[Stored records]

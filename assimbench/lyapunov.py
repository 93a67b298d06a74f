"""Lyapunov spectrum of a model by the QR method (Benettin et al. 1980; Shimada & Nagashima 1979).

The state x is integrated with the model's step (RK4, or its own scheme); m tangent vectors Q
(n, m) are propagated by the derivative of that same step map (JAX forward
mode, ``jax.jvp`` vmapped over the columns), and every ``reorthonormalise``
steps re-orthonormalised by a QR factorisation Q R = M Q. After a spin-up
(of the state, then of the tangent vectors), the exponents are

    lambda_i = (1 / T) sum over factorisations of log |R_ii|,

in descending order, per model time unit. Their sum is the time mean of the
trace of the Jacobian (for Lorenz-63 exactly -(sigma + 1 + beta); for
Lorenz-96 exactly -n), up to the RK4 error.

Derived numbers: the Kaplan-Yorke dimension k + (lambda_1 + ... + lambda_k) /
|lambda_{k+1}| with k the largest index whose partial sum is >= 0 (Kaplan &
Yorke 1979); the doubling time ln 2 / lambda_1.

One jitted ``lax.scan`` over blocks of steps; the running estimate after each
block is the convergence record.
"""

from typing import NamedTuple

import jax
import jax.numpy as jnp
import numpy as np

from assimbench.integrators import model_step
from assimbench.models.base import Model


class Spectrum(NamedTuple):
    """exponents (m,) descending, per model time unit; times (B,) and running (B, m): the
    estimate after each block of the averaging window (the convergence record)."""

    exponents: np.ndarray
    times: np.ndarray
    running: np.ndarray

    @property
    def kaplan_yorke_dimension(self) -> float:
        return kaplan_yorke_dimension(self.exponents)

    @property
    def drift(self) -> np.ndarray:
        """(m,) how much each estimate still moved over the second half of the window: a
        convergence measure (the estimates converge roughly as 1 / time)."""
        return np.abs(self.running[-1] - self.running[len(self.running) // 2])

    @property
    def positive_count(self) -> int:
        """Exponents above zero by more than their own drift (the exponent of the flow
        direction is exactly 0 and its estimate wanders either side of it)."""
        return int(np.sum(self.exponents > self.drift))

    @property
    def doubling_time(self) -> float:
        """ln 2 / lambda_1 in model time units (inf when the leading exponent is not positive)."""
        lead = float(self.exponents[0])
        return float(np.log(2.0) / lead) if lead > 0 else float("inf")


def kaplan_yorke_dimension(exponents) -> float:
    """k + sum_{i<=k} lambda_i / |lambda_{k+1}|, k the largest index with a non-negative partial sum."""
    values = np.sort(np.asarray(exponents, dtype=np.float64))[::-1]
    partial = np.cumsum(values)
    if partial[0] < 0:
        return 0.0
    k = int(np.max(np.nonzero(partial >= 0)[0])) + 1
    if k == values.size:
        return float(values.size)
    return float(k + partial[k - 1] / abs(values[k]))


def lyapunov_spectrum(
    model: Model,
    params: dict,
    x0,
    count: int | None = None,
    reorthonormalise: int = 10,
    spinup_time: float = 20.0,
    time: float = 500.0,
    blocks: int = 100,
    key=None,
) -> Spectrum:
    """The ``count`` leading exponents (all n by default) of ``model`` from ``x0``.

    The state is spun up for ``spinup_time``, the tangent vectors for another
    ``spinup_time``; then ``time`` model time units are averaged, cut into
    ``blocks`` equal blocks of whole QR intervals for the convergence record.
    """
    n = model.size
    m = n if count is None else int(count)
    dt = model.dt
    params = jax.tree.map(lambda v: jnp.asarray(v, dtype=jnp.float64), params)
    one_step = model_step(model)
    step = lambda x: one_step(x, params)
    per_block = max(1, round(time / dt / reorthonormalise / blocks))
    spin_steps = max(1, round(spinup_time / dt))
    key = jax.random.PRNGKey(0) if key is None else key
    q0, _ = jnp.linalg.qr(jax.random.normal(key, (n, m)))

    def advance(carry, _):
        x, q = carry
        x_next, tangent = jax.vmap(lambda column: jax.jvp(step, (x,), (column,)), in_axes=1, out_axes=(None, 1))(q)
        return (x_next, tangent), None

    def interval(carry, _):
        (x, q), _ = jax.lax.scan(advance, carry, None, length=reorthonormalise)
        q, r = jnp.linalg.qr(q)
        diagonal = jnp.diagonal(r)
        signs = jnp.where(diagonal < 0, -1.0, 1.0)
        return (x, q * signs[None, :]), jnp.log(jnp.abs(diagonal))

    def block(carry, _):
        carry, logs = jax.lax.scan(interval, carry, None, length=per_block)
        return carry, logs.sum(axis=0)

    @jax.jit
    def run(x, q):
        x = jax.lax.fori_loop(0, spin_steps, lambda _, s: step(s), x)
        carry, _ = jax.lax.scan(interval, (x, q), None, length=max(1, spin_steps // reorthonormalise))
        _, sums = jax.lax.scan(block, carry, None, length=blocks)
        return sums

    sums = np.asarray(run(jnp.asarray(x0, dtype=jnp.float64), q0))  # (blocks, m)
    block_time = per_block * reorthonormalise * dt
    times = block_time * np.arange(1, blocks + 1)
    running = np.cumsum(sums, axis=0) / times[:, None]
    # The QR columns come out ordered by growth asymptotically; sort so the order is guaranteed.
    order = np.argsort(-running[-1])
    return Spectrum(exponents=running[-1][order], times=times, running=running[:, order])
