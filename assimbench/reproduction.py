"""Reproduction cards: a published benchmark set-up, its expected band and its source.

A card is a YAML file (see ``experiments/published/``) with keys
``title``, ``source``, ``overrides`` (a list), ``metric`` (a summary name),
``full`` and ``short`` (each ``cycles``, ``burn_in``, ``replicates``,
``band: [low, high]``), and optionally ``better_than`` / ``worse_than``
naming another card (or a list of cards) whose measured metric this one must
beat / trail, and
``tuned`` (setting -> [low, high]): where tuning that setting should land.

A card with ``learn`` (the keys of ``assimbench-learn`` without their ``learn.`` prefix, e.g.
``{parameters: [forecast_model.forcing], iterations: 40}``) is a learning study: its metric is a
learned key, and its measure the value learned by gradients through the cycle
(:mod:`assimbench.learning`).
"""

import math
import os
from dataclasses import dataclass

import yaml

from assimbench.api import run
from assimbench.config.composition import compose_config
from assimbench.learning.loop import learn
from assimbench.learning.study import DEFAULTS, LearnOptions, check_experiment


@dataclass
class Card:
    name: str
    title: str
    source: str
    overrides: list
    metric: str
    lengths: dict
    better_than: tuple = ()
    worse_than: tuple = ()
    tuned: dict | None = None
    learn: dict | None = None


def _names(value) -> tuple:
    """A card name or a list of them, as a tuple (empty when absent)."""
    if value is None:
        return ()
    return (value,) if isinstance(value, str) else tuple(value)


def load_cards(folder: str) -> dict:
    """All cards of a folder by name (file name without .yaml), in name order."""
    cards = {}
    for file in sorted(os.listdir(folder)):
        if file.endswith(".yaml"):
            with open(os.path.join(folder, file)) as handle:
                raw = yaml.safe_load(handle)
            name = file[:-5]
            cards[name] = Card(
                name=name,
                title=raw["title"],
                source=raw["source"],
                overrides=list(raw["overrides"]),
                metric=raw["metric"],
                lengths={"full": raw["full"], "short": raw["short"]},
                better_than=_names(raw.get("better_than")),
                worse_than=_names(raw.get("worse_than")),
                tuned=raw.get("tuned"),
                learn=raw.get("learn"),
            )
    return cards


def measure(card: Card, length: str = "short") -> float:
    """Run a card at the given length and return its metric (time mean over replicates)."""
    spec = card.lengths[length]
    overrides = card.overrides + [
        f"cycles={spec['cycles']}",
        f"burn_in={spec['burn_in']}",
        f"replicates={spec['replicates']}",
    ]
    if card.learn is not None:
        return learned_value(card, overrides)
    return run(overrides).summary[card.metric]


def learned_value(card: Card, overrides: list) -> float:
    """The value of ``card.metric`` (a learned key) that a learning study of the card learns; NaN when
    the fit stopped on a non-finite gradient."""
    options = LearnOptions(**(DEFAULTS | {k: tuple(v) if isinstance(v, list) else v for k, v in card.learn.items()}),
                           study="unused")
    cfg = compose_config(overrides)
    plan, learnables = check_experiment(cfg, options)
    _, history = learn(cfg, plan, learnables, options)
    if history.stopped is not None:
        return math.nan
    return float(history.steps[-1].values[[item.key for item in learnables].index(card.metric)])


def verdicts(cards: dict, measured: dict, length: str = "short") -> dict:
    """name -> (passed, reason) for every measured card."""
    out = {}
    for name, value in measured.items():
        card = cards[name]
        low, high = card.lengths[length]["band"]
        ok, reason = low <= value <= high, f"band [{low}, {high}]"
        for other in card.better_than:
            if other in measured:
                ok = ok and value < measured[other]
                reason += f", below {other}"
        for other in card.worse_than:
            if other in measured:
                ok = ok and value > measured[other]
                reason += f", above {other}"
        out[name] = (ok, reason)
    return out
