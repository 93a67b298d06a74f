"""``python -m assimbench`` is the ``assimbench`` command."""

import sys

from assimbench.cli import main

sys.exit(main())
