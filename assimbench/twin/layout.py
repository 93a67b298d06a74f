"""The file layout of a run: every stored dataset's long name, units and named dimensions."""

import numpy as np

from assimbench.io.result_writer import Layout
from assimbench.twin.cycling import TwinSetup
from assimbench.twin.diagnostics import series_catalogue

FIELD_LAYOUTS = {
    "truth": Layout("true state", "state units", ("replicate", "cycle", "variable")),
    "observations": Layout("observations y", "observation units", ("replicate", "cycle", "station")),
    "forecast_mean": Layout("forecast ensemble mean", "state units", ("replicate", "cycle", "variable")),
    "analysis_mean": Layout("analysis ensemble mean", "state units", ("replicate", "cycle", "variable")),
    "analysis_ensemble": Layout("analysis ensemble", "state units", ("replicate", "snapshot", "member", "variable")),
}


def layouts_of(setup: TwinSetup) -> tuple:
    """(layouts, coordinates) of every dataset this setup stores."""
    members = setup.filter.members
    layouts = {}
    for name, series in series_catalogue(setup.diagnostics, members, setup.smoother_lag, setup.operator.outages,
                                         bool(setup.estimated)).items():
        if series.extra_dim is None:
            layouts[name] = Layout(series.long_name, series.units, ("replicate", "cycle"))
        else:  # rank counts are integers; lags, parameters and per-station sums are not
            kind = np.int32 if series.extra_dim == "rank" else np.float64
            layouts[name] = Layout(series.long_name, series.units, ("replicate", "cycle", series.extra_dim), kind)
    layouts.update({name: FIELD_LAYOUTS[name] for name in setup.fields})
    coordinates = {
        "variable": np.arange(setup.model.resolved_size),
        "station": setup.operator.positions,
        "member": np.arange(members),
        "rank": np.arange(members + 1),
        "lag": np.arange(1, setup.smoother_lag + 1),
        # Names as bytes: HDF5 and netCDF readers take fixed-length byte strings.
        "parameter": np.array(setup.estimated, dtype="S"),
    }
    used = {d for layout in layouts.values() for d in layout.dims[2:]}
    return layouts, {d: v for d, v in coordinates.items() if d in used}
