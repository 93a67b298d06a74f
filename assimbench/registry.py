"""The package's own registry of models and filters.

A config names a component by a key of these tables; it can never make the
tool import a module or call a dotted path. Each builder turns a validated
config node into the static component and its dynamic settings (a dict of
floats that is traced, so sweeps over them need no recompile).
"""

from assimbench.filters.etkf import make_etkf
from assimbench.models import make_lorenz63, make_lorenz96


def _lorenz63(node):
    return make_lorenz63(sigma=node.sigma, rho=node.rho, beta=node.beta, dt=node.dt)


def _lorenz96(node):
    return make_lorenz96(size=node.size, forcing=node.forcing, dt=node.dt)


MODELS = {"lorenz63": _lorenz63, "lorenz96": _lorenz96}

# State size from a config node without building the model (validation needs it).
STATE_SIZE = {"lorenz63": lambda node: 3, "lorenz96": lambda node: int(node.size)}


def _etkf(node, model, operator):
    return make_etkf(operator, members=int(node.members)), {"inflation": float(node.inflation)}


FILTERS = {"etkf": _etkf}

WHAT NEEDS TO BE DONE: Please copy every line of the data that carries the string "when".

WRITTEN RESPONSE:
        """ln 2 / lambda_1 in model time units (inf when the leading exponent is not positive)."""
    """A card name or a list of them, as a tuple (empty when absent)."""
    """The value of ``card.metric`` (a learned key) that a learning study of the card learns; NaN when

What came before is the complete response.